Il ruolo del leader, in questo, è fondamentale. La folla, per essere influenzabile, deve ricevere da lui un messaggio con caratteristiche ben definite:

  • affermazione: il messaggio deve essere impressionistico e autoritario, perché sprovvisto di prove oggettive che lo supportano;
  • ripetizione: è il potere della propaganda, delle frasi a effetto, del “Make America great again” o della parola “invasione” per descrivere i fenomeni migratori;
  • contagio: il messaggio deve essere abbastanza semplice e diretto da potersi diffondere rapidamente e omogeneizzare le opinioni della folla.

Le Bon affermava che “un individuo nella folla è un granello di sabbia fra altri granelli di sabbia, mossi dalla volontà del vento”.

Se far parte di una massa è così negativo e maladattivo, perché lo facciamo?

La saggezza della folla.

Fin da subito è stato, però, introdotto il concetto contrario di intelligenza o saggezza della folla. Questa teoria afferma come la massa possa avere una intelligenza collettiva, per cui mettendo insieme le conoscenze di tante persone non esperte si possa arrivare ad una conoscenza condivisa valida e attendibile.

Un esempio su tutti, Wikipedia. Questa enciclopedia fonda la sua esistenza proprio sul contributo di migliaia e migliaia di persone diverse, con l’obiettivo di formare, guarda caso, una fonte di conoscenza condivisa e collettiva. Ma parliamo anche di altri progetti, come Yahoo! Answers o i software Open Source come Mozilla Firefox e Open Office.

James Surowiecki, nel suo “La saggezza della folla“, avverte che questa teoria possa funzionare solo se sono presenti alcuni prerequisiti:

  1. ogni persona appartenente alla massa deve avere un’opinione differente
  2. le opinioni di queste persone non devono essere influenzate da quelle di altri membri della “massa”
  3. queste opinioni non devono essere pilotate da un leader o generalmente dall’alto
  4. devono poter essere aggregate per ottenere un risultato collettivo finale.

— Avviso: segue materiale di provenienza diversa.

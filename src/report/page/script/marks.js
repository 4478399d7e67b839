// The review: a frame, a filament or a region marked as wrong, with a reason, handed back as review.toml. Nothing in the
// page changes by it: the next report does, and says so.
(() => {
  const { record, byId } = bench;
  const form = byId("review-form");
  if (form) {
    const [list, reason, text, save, copy, said] =
      ["review-list", "review-reason", "review-text", "review-save", "review-copy", "review-said"].map(byId);
    const marks = record.reviewed.map((mark) => ({ ...mark }));
    let region = null;

    const what = () => form.elements["review-what"].value;
    const roots = new Map(record.filaments.map(([number, , root]) => [number, root]));

    /** Text as a TOML basic string: JSON's escapes are TOML's, what neither allows is dropped. */
    const quoted = (words) => JSON.stringify(words.replace(/[\u0000-\u001f\u007f\ud800-\udfff]/gu, " "));
    const numbers = (list) => "[" + list.join(", ") + "]";

    function toml() {
      const lines = ["# What a reader of the report marked as wrong. Put this file into the run folder as review.toml and",
        "# make the report again: it leaves these out, says so, and gives both sets of numbers."];
      for (const mark of marks) {
        lines.push("", "[[reject]]");
        if (mark.frame !== null) lines.push("frame = " + mark.frame);
        if (mark.filament !== null) lines.push("filament = " + mark.filament);
        if (mark.root_px) lines.push("root_px = " + numbers(mark.root_px));
        if (mark.region_px) lines.push("region_px = " + numbers(mark.region_px.map(numbers)));
        lines.push("reason = " + quoted(mark.reason));
      }
      return lines.join("\n") + "\n";
    }

    const name = (mark) => mark.frame !== null ? "frame " + mark.frame
      : mark.filament !== null ? "filament " + mark.filament
      : "region from " + mark.region_px[0].join(", ") + " to " + mark.region_px[1].join(", ") + " px";

    function show() {
      list.replaceChildren(...marks.map((mark, i) => {
        const item = document.createElement("li"), why = document.createElement("bdi"), drop = document.createElement("button");
        why.textContent = mark.reason;
        Object.assign(drop, { type: "button", textContent: "Take back" });
        drop.setAttribute("aria-label", "Take back the mark on " + name(mark));
        drop.addEventListener("click", () => { marks.splice(i, 1); show(); });
        item.append(name(mark) + ": ", why, " ", drop);
        return item;
      }));
      byId("review-out").hidden = marks.length === 0 && record.reviewed.length === 0;
      text.value = toml();
    }

    function offer() {
      byId("review-frame").textContent = "this frame (" + record.frame[bench.step] + ")";
      byId("review-filament").textContent = bench.picked === null ? "a filament: pick one in the picture" : "filament " + bench.picked;
      byId("review-region").textContent = region ? "the region drawn" : "a region: draw it on the picture";
    }

    form.addEventListener("change", () => {
      region = null;
      bench.wantRegion?.(what() === "region" ? (corners) => { region = corners; offer(); } : null);
      offer();
    });
    form.addEventListener("submit", (event) => {
      event.preventDefault();
      const mark = { frame: null, filament: null, root_px: null, region_px: null, reason: reason.value.trim() };
      if (what() === "frame") mark.frame = record.frame[bench.step];
      if (what() === "filament") [mark.filament, mark.root_px] = [bench.picked, roots.get(bench.picked) || null];
      if (what() === "region") mark.region_px = region;
      const missing = !mark.reason ? "Say why it is wrong." : (mark.frame ?? mark.filament ?? mark.region_px) === null
        ? (what() === "filament" ? "Pick a filament in the picture or the table first." : "Draw the region on the picture first.") : "";
      said.textContent = missing || name(mark) + " marked: " + (marks.length + 1) + " in all.";
      if (missing) return;
      marks.push(mark);
      reason.value = "";
      region = null;
      if (what() === "region") bench.wantRegion?.((corners) => { region = corners; offer(); });
      show();
      offer();
    });
    save.addEventListener("click", () => {
      const link = document.createElement("a");
      link.href = URL.createObjectURL(new Blob([toml()], { type: "application/toml" }));
      link.download = "review.toml";
      link.click();
      setTimeout(() => URL.revokeObjectURL(link.href), 1000);
    });
    copy.addEventListener("click", () => {
      text.select();
      const done = navigator.clipboard ? navigator.clipboard.writeText(text.value) : Promise.reject();
      done.then(() => { said.textContent = "Copied."; }, () => { said.textContent = "Selected: copy it with your keys."; });
    });
    bench.on("step", offer);
    bench.on("pick", offer);
    byId("reject").hidden = false;
    show();
  }
  bench.start();
})();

Ergo, per poter essere definita “saggia” e “intelligente”, la folla deve produrre opinioni diverse, indipendenti, decentralizzate e aggregabili.

Notate qualcosa?

La massa, quindi, non è in sé portatrice di morte e distruzione (culturale). Lo è se gli individui che la costituiscono si pongono in condizione di essere influenzati e influenzabili da una o poche persone che hanno ruolo di leader, i cui messaggi sono dogmatici e ripetuti alla nausea. L’effetto “gabbiani di Alla ricerca di Nemo”, per capirci.

Come far parte, quindi, di una massa intelligente?

Chiedete a Yahoo! Answers.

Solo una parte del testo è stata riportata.